━━ Data extract
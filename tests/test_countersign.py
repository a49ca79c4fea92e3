"""Countersigning (issue 16, item 3): a second DSSE signature on a package, and verify naming each signer.

Outside references: DSSE v1.0.2 envelope.md ("An envelope MAY have more than one signature") and
securesystemslib's DSSE Envelope (PyPI), which must accept our countersigned envelope with a
threshold of two.
"""

import base64
import hashlib
import json
import os
import shutil
import tarfile

import pytest
from click.testing import CliRunner
from test_package import SEED, build_package

from redact.cli import main
from redact.errors import OutputError, VerificationFailed
from redact.provenance import countersign, signing
from redact.provenance.countersign import countersign_package
from redact.provenance.verify import verify_package

PASS = "dpo passphrase"


@pytest.fixture
def keys(tmp_path):
    steward = signing.Signer.from_seed(SEED)
    kdir = tmp_path / "keys"
    kdir.mkdir()
    (kdir / "steward.public.pem").write_bytes(steward.public_pem)
    dpo_id = signing.generate_key(kdir / "dpo.private.pem", kdir / "dpo.public.pem", PASS.encode())
    dpo = signing.load_private_key(kdir / "dpo.private.pem", PASS.encode())
    assert dpo.key_id == dpo_id
    return {"steward": steward, "dpo": dpo, "dir": kdir,
            "steward_pub": signing.load_public_key(kdir / "steward.public.pem"),
            "dpo_pub": signing.load_public_key(kdir / "dpo.public.pem")}


def snapshot(path):
    """Name → bytes of every file of a package folder, or of every member of a .tar."""
    if path.is_dir():
        return {p.name: p.read_bytes() for p in sorted(path.iterdir())}
    with tarfile.open(path) as tar:
        return {m.name: tar.extractfile(m).read() for m in tar.getmembers()}


def findings(path, keys_, **kw):
    with pytest.raises(VerificationFailed) as e:
        verify_package(path, keys_, **kw)
    return e.value.findings


@pytest.mark.parametrize("archive", [False, True])
def test_countersigned_in_place_verifies_with_both_keys_and_names_both(tmp_path, keys, archive):
    p = build_package(tmp_path / "out", keys["steward"], archive=archive)
    before = snapshot(p["path"])
    result = countersign_package(p["path"], keys["dpo"], [keys["steward"].public_key])
    assert result.path == p["path"] and result.added == keys["dpo"].key_id
    assert [s.key_id for s in result.signers] == [keys["steward"].key_id, keys["dpo"].key_id]
    assert result.package.key_id == keys["steward"].key_id  # the author, named by the log
    after = snapshot(p["path"])
    # Only envelope.json changed; its payload string and the first signature are kept as they were.
    assert {n: b for n, b in after.items() if n != "envelope.json"} == {n: b for n, b in before.items() if n != "envelope.json"}
    old, new = json.loads(before["envelope.json"]), json.loads(after["envelope.json"])
    assert new["payload"] == old["payload"] and new["payloadType"] == old["payloadType"]
    assert new["signatures"][0] == old["signatures"][0] and len(new["signatures"]) == 2
    assert new["signatures"][1]["keyid"] == keys["dpo"].key_id
    assert after["envelope.json"] == signing.envelope_bytes(new)  # written in this tool's layout
    v = verify_package(p["path"], [keys["steward_pub"], keys["dpo_pub"]])
    assert [(s.key_id, s.key.label) for s in v.signers] == [(keys["steward"].key_id, "steward.public.pem"),
                                                             (keys["dpo"].key_id, "dpo.public.pem")]
    assert v.payload == p["payload"] and v.notes == ()
    assert sorted(os.listdir(tmp_path / "out")) == sorted(["package.tar" if archive else "package", "redacted.mp4",
                                                           "source.bin"])  # no temporary file left


def test_securesystemslib_accepts_the_countersigned_envelope(tmp_path, keys):
    # Outside implementation: securesystemslib's Envelope.verify with threshold 2.
    from cryptography.hazmat.primitives.asymmetric.ed25519 import Ed25519PublicKey
    from securesystemslib.dsse import Envelope
    from securesystemslib.signer import SSlibKey

    p = build_package(tmp_path, keys["steward"])
    countersign_package(p["path"], keys["dpo"], [keys["steward"].public_key])
    theirs = Envelope.from_dict(json.loads((p["path"] / "envelope.json").read_bytes()))
    ssl_keys = [SSlibKey.from_crypto(Ed25519PublicKey.from_public_bytes(s.public_key.raw), keyid=s.key_id)
                for s in (keys["steward"], keys["dpo"])]
    assert set(theirs.verify(ssl_keys, 2)) == {keys["steward"].key_id, keys["dpo"].key_id}
    assert theirs.payload == p["payload"]


def test_untrusted_tampered_and_removed_countersignature(tmp_path, keys):
    p = build_package(tmp_path, keys["steward"])
    countersign_package(p["path"], keys["dpo"], [keys["steward"].public_key])
    env_path = p["path"] / "envelope.json"
    good = env_path.read_bytes()
    # Only the author's key trusted: the countersignature is a finding that names its hint and what to do.
    fs = findings(p["path"], [keys["steward_pub"]])
    assert len(fs) == 1 and f"signature 1 (keyid hint {keys['dpo'].key_id!r})" in fs[0] and "--trusted-key" in fs[0]
    # The second signature altered: refused, naming signature 1.
    env = json.loads(good)
    raw = bytearray(base64.b64decode(env["signatures"][1]["sig"]))
    raw[7] ^= 0x20
    env["signatures"][1]["sig"] = base64.b64encode(bytes(raw)).decode()
    env_path.write_bytes(signing.envelope_bytes(env))
    fs = findings(p["path"], [keys["steward_pub"], keys["dpo_pub"]])
    assert len(fs) == 1 and "signature 1 " in fs[0] and "does not verify" in fs[0]
    # The countersignature removed: DSSE signatures are independent, so the package still verifies,
    # naming one signer; a recipient who expects the countersignature asks for it.
    env = json.loads(good)
    del env["signatures"][1]
    env_path.write_bytes(signing.envelope_bytes(env))
    assert [s.key_id for s in verify_package(p["path"], [keys["steward_pub"], keys["dpo_pub"]]).signers] == \
        [keys["steward"].key_id]
    fs = findings(p["path"], [keys["steward_pub"]], required_signers=[keys["dpo_pub"]])
    assert fs == [f"signature: required signer {keys['dpo_pub'].name} has not signed this envelope"]
    # The author's signature removed, the countersignature kept: the log names the author, so refused.
    env = json.loads(good)
    del env["signatures"][0]
    env_path.write_bytes(signing.envelope_bytes(env))
    fs = findings(p["path"], [keys["steward_pub"], keys["dpo_pub"]])
    assert any("signing entry names key" in f and keys["steward"].key_id in f for f in fs), fs


@pytest.mark.parametrize("archive", [False, True])
def test_countersigned_copy_leaves_the_original(tmp_path, keys, archive):
    p = build_package(tmp_path, keys["steward"], archive=archive)
    before = snapshot(p["path"])
    out = tmp_path / ("copy.tar" if archive else "copy")
    result = countersign_package(p["path"], keys["dpo"], [keys["steward"].public_key], out=out)
    assert result.path == out and snapshot(p["path"]) == before
    assert [s.key_id for s in verify_package(out, [keys["steward_pub"], keys["dpo_pub"]]).signers] == \
        [keys["steward"].key_id, keys["dpo"].key_id]
    assert [s.key_id for s in verify_package(p["path"], [keys["steward_pub"]]).signers] == [keys["steward"].key_id]
    with pytest.raises(OutputError, match="already exists"):
        countersign_package(p["path"], keys["dpo"], [keys["steward"].public_key], out=out)


def test_refusals_leave_the_package_unchanged(tmp_path, keys):
    p = build_package(tmp_path, keys["steward"])
    countersign_package(p["path"], keys["dpo"], [keys["steward"].public_key])
    before = snapshot(p["path"])
    with pytest.raises(OutputError, match="already signed"):
        countersign_package(p["path"], keys["dpo"], [keys["steward"].public_key])
    third = signing.Signer.from_seed(bytes(32))
    with pytest.raises(VerificationFailed, match="does not verify with any trusted key"):
        countersign_package(p["path"], third, [keys["steward"].public_key])  # the DPO's key is not trusted
    assert snapshot(p["path"]) == before
    (p["path"] / "tracks.json").write_bytes(b"{}")
    with pytest.raises(VerificationFailed, match="tracks.json"):
        countersign_package(p["path"], third, [keys["steward"].public_key, keys["dpo"].public_key])
    assert snapshot(p["path"])["envelope.json"] == before["envelope.json"]


def test_a_rival_countersignature_is_not_dropped(tmp_path, keys, monkeypatch):
    # Two countersigners at the same moment: the one that renames second notices and stops.
    p = build_package(tmp_path, keys["steward"])
    rival = tmp_path / "rival"
    shutil.copytree(p["path"], rival)
    countersign_package(rival, signing.Signer.from_seed(bytes(32)), [keys["steward"].public_key])
    rival_envelope = (rival / "envelope.json").read_bytes()
    real_write = countersign._write_file

    def write_then_race(path, data):
        real_write(path, data)
        (p["path"] / "envelope.json").write_bytes(rival_envelope)  # the rival lands first
    monkeypatch.setattr(countersign, "_write_file", write_then_race)
    with pytest.raises(OutputError, match="changed while it was being countersigned"):
        countersign_package(p["path"], keys["dpo"], [keys["steward"].public_key])
    assert (p["path"] / "envelope.json").read_bytes() == rival_envelope
    assert not any(n.startswith(".") for n in os.listdir(tmp_path))


# --- the command line ----------------------------------------------------------------------------

def run(*args, env=None):
    return CliRunner().invoke(main, [str(a) for a in args], env=env)


def no_traceback(r):
    assert "Traceback" not in r.stdout + r.stderr
    assert r.exception is None or isinstance(r.exception, SystemExit)


def test_cli_countersign_then_verify_names_both_signers(tmp_path, keys):
    p = build_package(tmp_path, keys["steward"])
    k = keys["dir"]
    r = run("countersign", p["path"], "--signing-key", k / "dpo.private.pem", "--trusted-key",
            k / "steward.public.pem", env={"REDACT_KEY_PASSPHRASE": PASS})
    assert r.exit_code == 0, r.stdout + r.stderr
    dpo_id = keys["dpo"].key_id
    assert r.stdout.startswith(f"countersigned {p['path']}") and "signed by 2 key(s)" in r.stdout
    assert f"{keys['steward'].key_id} (steward.public.pem): author" in r.stdout
    assert f"{dpo_id} (dpo.private.pem): countersignature, added now" in r.stdout
    v = run("verify", p["path"], "--trusted-key", k / "steward.public.pem", "--trusted-key", k / "dpo.public.pem")
    assert v.exit_code == 0, v.stdout
    assert f"{keys['steward'].key_id} (steward.public.pem): author" in v.stdout
    assert f"{dpo_id} (dpo.public.pem): countersignature" in v.stdout
    j = run("verify", p["path"], "--trusted-key", k / "steward.public.pem", "--trusted-key", k / "dpo.public.pem",
            "--require-signer", k / "dpo.public.pem", "--json")
    doc = json.loads(j.stdout)
    assert j.exit_code == 0 and doc["valid"] and doc["key_id"] == keys["steward"].key_id
    assert [(s["key_id"], s["role"], s["key_file"]) for s in doc["signers"]] == [
        (keys["steward"].key_id, "author", "steward.public.pem"), (dpo_id, "countersignature", "dpo.public.pem")]
    one = run("verify", p["path"], "--trusted-key", k / "steward.public.pem")
    assert one.exit_code == 1 and dpo_id in one.stdout and "--trusted-key" in one.stdout
    again = run("countersign", p["path"], "--signing-key", k / "dpo.private.pem", "--trusted-key",
                k / "steward.public.pem", "--trusted-key", k / "dpo.public.pem", env={"REDACT_KEY_PASSPHRASE": PASS})
    assert again.exit_code == 2 and "already signed" in again.stderr
    no_traceback(again)


def test_cli_countersign_refusals(tmp_path, keys):
    p = build_package(tmp_path, keys["steward"])
    k = keys["dir"]
    before = snapshot(p["path"])
    wrong = run("countersign", p["path"], "--signing-key", k / "dpo.private.pem", "--trusted-key",
                k / "steward.public.pem", env={"REDACT_KEY_PASSPHRASE": "not it"})
    assert wrong.exit_code == 2 and "passphrase" in wrong.stderr and wrong.stdout == ""
    no_traceback(wrong)
    req = run("verify", p["path"], "--trusted-key", k / "steward.public.pem", "--require-signer", k / "dpo.public.pem")
    assert req.exit_code == 1 and "required signer" in req.stdout
    (p["path"] / "review.json").write_bytes(b"{}")
    bad = run("countersign", p["path"], "--signing-key", k / "dpo.private.pem", "--trusted-key",
              k / "steward.public.pem", "--json", env={"REDACT_KEY_PASSPHRASE": PASS})
    doc = json.loads(bad.stdout)
    assert bad.exit_code == 1 and doc["countersigned"] is False and any("review.json" in f for f in doc["findings"])
    assert snapshot(p["path"])["envelope.json"] == before["envelope.json"]
    no_traceback(bad)


@pytest.mark.parametrize("archive", [False, True])
def test_verify_on_an_output_folder_points_to_its_package(tmp_path, keys, archive):
    # issue 13, item 6: the folder `process --out` wrote is not a package; say where the package is.
    p = build_package(tmp_path / "out", keys["steward"], archive=archive)
    r = run("verify", tmp_path / "out", "--trusted-key", keys["dir"] / "steward.public.pem")
    assert r.exit_code == 2 and r.stdout == ""
    assert "is an output folder, not a package" in r.stderr and str(p["path"]) in r.stderr
    assert f"--video {tmp_path / 'out' / 'redacted.mp4'}" in r.stderr
    no_traceback(r)
    # A folder that is neither still gets the ordinary finding.
    (tmp_path / "empty").mkdir()
    r = run("verify", tmp_path / "empty", "--trusted-key", keys["dir"] / "steward.public.pem")
    assert r.exit_code == 1 and "envelope.json is missing" in r.stdout


def test_statement_hash_is_unchanged_by_countersigning(tmp_path, keys):
    # derive and the review record cite a parent by SHA-256 of its statement: a countersignature keeps it.
    p = build_package(tmp_path, keys["steward"])
    want = hashlib.sha256(p["payload"]).hexdigest()
    result = countersign_package(p["path"], keys["dpo"], [keys["steward"].public_key])
    assert hashlib.sha256(result.package.payload).hexdigest() == want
━━━━
Try it: Where the word "loads" shows up in a line of the entries above, count that line; the answer is the total alone.

Output for this task: 7